(PROVIDED DATA begins)

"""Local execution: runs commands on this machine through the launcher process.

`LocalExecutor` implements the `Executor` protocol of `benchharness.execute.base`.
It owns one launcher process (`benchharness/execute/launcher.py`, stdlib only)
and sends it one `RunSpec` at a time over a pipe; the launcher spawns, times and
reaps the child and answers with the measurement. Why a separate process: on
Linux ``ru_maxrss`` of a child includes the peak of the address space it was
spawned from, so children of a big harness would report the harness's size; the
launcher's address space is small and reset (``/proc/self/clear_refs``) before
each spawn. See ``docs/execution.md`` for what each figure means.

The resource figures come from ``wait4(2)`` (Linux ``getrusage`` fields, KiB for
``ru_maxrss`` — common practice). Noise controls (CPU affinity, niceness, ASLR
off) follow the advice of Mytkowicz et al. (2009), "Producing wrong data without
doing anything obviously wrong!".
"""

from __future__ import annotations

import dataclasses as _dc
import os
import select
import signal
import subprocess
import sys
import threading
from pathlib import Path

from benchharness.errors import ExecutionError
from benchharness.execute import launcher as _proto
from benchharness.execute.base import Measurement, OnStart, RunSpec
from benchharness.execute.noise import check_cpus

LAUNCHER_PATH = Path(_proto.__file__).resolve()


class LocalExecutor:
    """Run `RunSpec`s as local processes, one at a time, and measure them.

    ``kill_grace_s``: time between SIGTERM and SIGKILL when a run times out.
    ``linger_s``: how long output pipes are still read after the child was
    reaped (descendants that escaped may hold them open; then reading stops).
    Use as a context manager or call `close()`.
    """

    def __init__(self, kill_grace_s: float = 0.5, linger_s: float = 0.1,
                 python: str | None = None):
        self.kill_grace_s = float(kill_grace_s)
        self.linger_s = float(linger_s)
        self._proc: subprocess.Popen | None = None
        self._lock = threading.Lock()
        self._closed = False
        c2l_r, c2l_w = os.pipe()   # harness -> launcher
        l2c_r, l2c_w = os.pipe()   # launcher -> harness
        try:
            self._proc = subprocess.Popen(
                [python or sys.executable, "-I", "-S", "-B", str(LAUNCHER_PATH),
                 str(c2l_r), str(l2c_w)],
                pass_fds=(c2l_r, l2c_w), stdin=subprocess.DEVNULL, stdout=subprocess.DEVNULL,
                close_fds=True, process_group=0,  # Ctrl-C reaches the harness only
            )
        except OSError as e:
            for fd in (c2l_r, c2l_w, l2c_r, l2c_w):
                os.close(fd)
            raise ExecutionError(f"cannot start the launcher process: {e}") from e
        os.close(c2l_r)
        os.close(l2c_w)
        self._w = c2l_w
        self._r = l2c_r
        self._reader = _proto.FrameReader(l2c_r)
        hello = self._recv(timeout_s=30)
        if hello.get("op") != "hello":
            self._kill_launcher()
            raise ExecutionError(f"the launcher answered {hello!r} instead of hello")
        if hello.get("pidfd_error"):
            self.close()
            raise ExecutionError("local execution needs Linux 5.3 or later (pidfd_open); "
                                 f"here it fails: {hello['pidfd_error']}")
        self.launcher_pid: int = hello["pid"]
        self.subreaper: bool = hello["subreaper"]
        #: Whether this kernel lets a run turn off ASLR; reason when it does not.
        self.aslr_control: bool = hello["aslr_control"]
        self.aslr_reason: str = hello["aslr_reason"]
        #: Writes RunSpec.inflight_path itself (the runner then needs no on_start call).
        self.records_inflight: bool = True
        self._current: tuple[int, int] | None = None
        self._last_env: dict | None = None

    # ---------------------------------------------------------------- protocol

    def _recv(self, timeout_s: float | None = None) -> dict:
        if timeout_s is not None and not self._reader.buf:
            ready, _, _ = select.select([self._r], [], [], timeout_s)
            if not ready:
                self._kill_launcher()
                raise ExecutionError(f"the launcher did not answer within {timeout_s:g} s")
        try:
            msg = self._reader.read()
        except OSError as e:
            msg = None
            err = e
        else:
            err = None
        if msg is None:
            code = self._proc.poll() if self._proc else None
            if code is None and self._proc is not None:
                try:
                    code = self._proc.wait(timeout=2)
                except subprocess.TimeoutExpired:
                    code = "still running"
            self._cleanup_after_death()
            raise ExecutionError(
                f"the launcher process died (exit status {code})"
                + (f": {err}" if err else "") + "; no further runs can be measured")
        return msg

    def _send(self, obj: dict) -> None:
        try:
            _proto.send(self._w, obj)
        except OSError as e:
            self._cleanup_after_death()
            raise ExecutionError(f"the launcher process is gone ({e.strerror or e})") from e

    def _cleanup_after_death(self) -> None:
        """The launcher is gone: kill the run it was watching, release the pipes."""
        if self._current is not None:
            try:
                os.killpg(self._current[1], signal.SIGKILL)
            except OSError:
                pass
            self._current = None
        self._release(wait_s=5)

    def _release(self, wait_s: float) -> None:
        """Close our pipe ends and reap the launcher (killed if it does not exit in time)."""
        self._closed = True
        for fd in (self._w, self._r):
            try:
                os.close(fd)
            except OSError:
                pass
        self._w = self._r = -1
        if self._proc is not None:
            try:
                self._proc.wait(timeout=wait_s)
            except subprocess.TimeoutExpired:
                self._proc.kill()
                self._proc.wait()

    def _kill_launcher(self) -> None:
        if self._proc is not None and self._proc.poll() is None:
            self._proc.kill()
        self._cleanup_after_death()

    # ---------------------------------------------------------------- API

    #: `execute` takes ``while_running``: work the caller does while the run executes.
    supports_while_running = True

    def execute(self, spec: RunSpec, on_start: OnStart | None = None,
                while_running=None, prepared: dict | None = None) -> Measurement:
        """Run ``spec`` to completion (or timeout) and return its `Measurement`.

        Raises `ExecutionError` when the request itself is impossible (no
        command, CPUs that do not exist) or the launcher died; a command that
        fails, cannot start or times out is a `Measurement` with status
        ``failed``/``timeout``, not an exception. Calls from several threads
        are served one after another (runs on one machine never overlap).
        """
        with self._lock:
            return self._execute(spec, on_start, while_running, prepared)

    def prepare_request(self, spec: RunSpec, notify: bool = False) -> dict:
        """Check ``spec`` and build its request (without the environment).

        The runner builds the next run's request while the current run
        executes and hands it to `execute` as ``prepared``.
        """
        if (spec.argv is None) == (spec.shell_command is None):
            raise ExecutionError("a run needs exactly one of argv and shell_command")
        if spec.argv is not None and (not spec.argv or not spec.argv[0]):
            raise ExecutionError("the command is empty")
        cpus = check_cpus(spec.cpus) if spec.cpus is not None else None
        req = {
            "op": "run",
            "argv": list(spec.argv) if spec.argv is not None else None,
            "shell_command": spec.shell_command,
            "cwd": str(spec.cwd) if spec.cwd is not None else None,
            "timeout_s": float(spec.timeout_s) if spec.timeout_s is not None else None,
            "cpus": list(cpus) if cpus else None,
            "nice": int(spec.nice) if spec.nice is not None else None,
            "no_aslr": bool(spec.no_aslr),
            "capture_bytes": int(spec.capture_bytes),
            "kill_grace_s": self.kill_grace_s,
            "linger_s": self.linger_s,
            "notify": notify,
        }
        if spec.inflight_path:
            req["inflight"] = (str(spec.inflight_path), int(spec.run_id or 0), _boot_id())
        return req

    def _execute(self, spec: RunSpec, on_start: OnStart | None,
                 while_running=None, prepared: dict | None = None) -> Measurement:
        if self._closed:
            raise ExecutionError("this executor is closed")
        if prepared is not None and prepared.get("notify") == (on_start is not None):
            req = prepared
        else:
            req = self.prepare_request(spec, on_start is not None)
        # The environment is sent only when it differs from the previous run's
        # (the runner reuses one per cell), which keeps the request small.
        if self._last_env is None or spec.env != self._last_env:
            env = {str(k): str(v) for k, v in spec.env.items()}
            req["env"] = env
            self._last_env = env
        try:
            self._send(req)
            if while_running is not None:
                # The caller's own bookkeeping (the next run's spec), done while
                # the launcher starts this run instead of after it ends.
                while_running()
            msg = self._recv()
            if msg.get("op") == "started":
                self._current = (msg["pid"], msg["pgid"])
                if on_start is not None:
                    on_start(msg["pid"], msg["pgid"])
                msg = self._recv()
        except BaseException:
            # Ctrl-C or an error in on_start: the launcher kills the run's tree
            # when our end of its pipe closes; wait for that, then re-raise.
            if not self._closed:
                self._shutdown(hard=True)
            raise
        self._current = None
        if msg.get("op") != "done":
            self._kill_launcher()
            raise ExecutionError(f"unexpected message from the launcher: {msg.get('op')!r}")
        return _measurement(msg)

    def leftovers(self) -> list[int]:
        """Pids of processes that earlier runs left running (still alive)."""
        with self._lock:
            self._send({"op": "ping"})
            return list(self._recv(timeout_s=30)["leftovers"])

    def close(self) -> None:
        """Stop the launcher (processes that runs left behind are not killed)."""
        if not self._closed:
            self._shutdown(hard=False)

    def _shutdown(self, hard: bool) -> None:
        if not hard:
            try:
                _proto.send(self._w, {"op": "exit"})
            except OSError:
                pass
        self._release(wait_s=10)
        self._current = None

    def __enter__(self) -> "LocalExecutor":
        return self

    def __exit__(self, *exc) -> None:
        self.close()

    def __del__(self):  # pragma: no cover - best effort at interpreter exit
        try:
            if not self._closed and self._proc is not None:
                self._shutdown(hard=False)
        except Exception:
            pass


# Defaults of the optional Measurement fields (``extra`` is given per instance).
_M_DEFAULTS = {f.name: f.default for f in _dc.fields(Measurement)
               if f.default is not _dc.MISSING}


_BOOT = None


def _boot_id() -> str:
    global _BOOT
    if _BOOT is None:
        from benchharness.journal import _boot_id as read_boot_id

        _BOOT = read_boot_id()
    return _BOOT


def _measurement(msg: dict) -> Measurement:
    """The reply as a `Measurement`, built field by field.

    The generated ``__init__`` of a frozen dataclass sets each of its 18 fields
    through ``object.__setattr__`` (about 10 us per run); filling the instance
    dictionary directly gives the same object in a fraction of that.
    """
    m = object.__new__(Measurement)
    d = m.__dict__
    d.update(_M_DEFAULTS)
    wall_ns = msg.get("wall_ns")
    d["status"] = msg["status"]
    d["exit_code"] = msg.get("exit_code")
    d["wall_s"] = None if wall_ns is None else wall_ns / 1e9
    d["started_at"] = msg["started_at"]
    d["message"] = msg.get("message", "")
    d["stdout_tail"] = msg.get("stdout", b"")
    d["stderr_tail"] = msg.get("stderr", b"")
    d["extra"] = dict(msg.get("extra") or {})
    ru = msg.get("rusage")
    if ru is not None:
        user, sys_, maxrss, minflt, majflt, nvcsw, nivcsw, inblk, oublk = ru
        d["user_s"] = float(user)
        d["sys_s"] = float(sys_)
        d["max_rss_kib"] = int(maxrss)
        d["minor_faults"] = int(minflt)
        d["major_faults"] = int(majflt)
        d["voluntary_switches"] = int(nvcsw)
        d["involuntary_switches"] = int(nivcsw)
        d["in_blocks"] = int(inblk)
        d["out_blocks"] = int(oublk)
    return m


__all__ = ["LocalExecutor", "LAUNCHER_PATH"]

(PROVIDED DATA ends)

EXERCISE »
Wherever "prepared" occurs in the records above, copy the line it sits in.

TASK SOLUTION »
                while_running=None, prepared: dict | None = None) -> Measurement:
            return self._execute(spec, on_start, while_running, prepared)
        executes and hands it to `execute` as ``prepared``.
                 while_running=None, prepared: dict | None = None) -> Measurement:
        if prepared is not None and prepared.get("notify") == (on_start is not None):
            req = prepared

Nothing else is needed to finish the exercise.